Bij de aanslagregeling voor het jaar 2009 is ter zake van de rekening-courant schuld van eiser aan de BV een winstuitdeling van € 730.483 in aanmerking genomen, welk bedrag is gecorrigeerd in het box 2 inkomen. In de bezwaarfase is gedeeltelijk aan de bezwaren van eiser tegemoetgekomen, te weten ter zake van de op het rekening-courant schuld bijgeschreven rente, waarna het box 2 inkomen is verminderd tot een bedrag van € 592.710.

2.9

Bij de aanslagregeling voor het jaar 2010 is een winstuitdeling van € 1.857.894 in aanmerking genomen, welk bedrag is gecorrigeerd in het box 2 inkomen. De winstuitdeling bestaat uit twee delen, namelijk € 357.894 voor een toename van de rekening-courant schuld van eiser aan de BV en € 1.500.000 voor het verlenen door eiser van het hypotheekrecht op de woning in Frankrijk aan de bank ter aankoop van de woning aan de [A-straat 1] te [Z].

3 Geschil

In geschil is of de geldverstrekkingen door de BV aan eiser in de jaren 2009 en 2010 terecht zijn belast als zijnde box 2 inkomen uit aanmerkelijk belang. De hoogte van de correcties is tussen partijen niet in geschil.

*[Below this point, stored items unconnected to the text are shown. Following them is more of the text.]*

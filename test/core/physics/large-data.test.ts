/**
 * Fits on long measurements: nothing spreads a data array into function
 * arguments (Math.min(...T) overflowed the call stack from about 150 000
 * points), so a fit of 200 000 points runs like one of 200.
 */
import { describe, expect, it } from 'vitest';
import { fitCurieWeiss } from '../../../src/core/physics/curie-weiss';
import { fitLandau, landauEquilibriumPsi } from '../../../src/core/physics/landau/fit';

const N = 200_000;

describe('fits of 200 000 points', () => {
  it('Curie–Weiss', () => {
    const T = new Float64Array(N);
    const chi = new Float64Array(N);
    for (let i = 0; i < N; i++) {
      T[i] = 100 + (250 * i) / N;
      chi[i] = (0.01 + 3 / (T[i] - 50)) * (1 + 1e-3 * Math.sin(i));
    }
    const r = fitCurieWeiss({ T, chi }, { units: 'SI' });
    expect(r.residuals).toHaveLength(N);
    expect(r.values[1]).toBeCloseTo(50, 0);
    expect(r.values[0]).toBeCloseTo(3, 1);
  });

  it('Landau', () => {
    const k = { a: 1, T0: 300, b: 2, c: 0.5, d: 0 };
    const T = new Float64Array(N);
    const psi = new Float64Array(N);
    for (let i = 0; i < N; i++) {
      T[i] = 100 + (199 * i) / N;
      psi[i] = landauEquilibriumPsi(k, T[i]) * (1 + 1e-4 * Math.sin(i));
    }
    const r = fitLandau({ psi: { T, y: psi } }, { start: { a: 1, T0: 295, b: 1.5, c: 0.4 } });
    expect(r.residuals).toHaveLength(N);
    expect(r.coefficients.T0).toBeCloseTo(300, 0);
  });
});
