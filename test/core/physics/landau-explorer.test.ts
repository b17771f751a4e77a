/**
 * What the Landau explorer draws (src/core/physics/landau/explorer.ts):
 * degenerate minima, the derived values with a cubic term, the closed-form
 * barrier and the ψ range of the branches.
 */
import { describe, expect, it } from 'vitest';
import { branchesData, explorerDerived, landauTransitionNumeric, stationaryPoints } from '../../../src/core/physics/landau/index';

/** First-order example of [C5 in REFERENCES.md]: a = 0.5, b = −2, c = 4, T0 = 100. */
const K = { a: 0.5, b: -2, c: 4, T0: 100, d: 0 };

describe('explorer computations', () => {
  it('should call every minimum as low as the global one stable (±ψ at h = 0; three minima at T1)', () => {
    expect(stationaryPoints(K, 99, 0).points.map(p => p.kind)).toEqual(['stable', 'unstable', 'stable']);
    // at T1 = 100.375 (C5) the three minima have equal F
    expect(stationaryPoints(K, 100.375, 0).points.map(p => p.kind)).toEqual(['stable', 'unstable', 'stable', 'unstable', 'stable']);
    // a field lifts the degeneracy
    expect(stationaryPoints(K, 99, 0.01).points.map(p => p.kind)).toEqual(['metastable', 'unstable', 'stable']);
  });

  it('should take the cubic-term transition from the core numerics and find the barrier between the minima', () => {
    const k = { ...K, d: 0.3 };
    const d = explorerDerived(k);
    const n = landauTransitionNumeric(k);
    expect(d.method).toBe('numeric');
    expect(d.T1).toBe(n.Ttransition);
    expect(d.Tsuperheat).toBe(n.Tsuperheat);
    expect(d.barrierHeight!).toBeGreaterThan(0);
    // with d > 0 the term (d/3)ψ³ lowers F at ψ < 0: the ordered minimum and the barrier before it lie there
    expect(d.barrierPsi!).toBeLessThan(0);
    expect(Math.abs(d.barrierPsi!)).toBeLessThan(d.psiJump!);
  });

  it('should give the closed-form barrier at T1 for d = 0 (REFERENCE.md C5: ψ_b = 0.3535533906, F_b = 0.005208333333)', () => {
    const d = explorerDerived(K);
    expect(d.barrierPsi!).toBeCloseTo(0.3535533906, 9);
    expect(d.barrierHeight!).toBeCloseTo(0.005208333333, 11);
  });

  it('should bound the ψ range of the charts by the largest stationary ψ', () => {
    const b = branchesData(K, 99, 101.5, 0, 51);
    // largest |ψ| at T = 99: ψ² = (|b| + √(b² + 4ac(T0 − T)))/(2c) (B3 ii) = (2 + √12)/8
    expect(b.psiMax).toBeCloseTo(Math.sqrt((2 + Math.sqrt(12)) / 8), 9);
    expect(b.heating.jumps).toHaveLength(1);
    expect(b.cooling.jumps).toHaveLength(1);
  });
});
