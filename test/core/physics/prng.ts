/** Seeded normal deviates for tests (Box–Muller on the shared mulberry32 generator). */
import { mulberry32 } from '../../../src/core/numeric/random';
export { mulberry32 };

/** Standard normal generator from a seed. */
export function normal(seed: number): () => number {
  const u = mulberry32(seed);
  return () => {
    const u1 = Math.max(u(), 1e-300);
    const u2 = u();
    return Math.sqrt(-2 * Math.log(u1)) * Math.cos(2 * Math.PI * u2);
  };
}

/** Relative difference |a − b|/|b|. */
export function rel(a: number, b: number): number {
  return Math.abs(a - b) / Math.abs(b);
}
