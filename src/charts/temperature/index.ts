/**
 * Vega-Lite spec builders for the temperature-sweep fit views: residuals,
 * parameter correlations, the exponent against the fit window, reduced
 * magnetisation with reference curves, and inverse susceptibility. Each takes
 * `(input, theme, options)` and returns an `ISweepChart`: the spec, its row
 * count, a title and a caption.
 */
export type { ISweepChart } from '../sweeps/common';
export type { ITemperatureChartOptions } from './common';
export { buildResidualSpec } from './residuals';
export type { IResidualChartOptions, IResidualInput } from './residuals';
export { buildCorrelationSpec } from './correlation';
export type { ICorrelationInput } from './correlation';
export { buildWindowScanSpec, WINDOW_VERDICT_WORDS } from './window-scan';
export type { IWindowScanInput } from './window-scan';
export { buildReducedSpec, REDUCED_CURVE_DASHES } from './reduced';
export type { IReducedChartOptions, IReducedInput } from './reduced';
export { buildInverseChiSpec } from './inverse-chi';
export type { IInverseChiChartOptions, IInverseChiInput } from './inverse-chi';
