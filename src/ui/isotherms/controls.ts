/**
 * The controls of the isotherm analysis: the three columns with their units,
 * the demagnetising factor (value, convention, sample-shape preset), the
 * field range, the exponent window, the grouping tolerance, mass and
 * density, and the bootstrap count. They are saved as typed (text) and read
 * into numbers here, each refused with its own message.
 */
import type { TranslationBundle } from '@jupyterlab/translation';
import type { ISavedIsotherms } from '../../core/saved/types';
import type { IIsothermControls } from '../../core/sweeps/job-types';
import type { ITable } from '../../core/table';
import { guessIsothermRoles } from '../../core/table/roles';
import type { IsothermRole } from '../../core/table/roles';
import { DEMAG_PRESETS, demagPresetValue } from '../../core/units/demag-shapes';

const ROLES: readonly IsothermRole[] = ['temperature', 'field', 'magnetisation'];

/** The controls read as numbers, or the first refusal in words. */
export type ControlsReading = { ok: true; controls: IIsothermControls; columns: Record<IsothermRole, number> } | { ok: false; message: string };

Verweerder stelt zich op het standpunt dat de geldverstrekkingen in voormelde jaren en de daartegenover staande verhogingen van de (rekening-courant)schuld van eiser aan de BV steeds moeten worden aangemerkt als schijnleningen omdat deze geldverstrekkingen hebben plaatsgevonden onder condities die onder zakelijk handelende partijen niet goed denkbaar zijn en omdat het voor eiser onmogelijk is deze (rekening-courant)schulden af te lossen.

Eiser stelt zich op het standpunt dat de aanslagen ten onrechte zijn opgelegd omdat de toenames van de (rekening-courant)schulden niet als schijnleningen kunnen worden aangemerkt. Eiser stelt dat hij gelet op zijn vermogen, in het bijzonder het aandelenbelang in de BV, voldoende mogelijkheden had om de (rekening-courant)schulden af te lossen.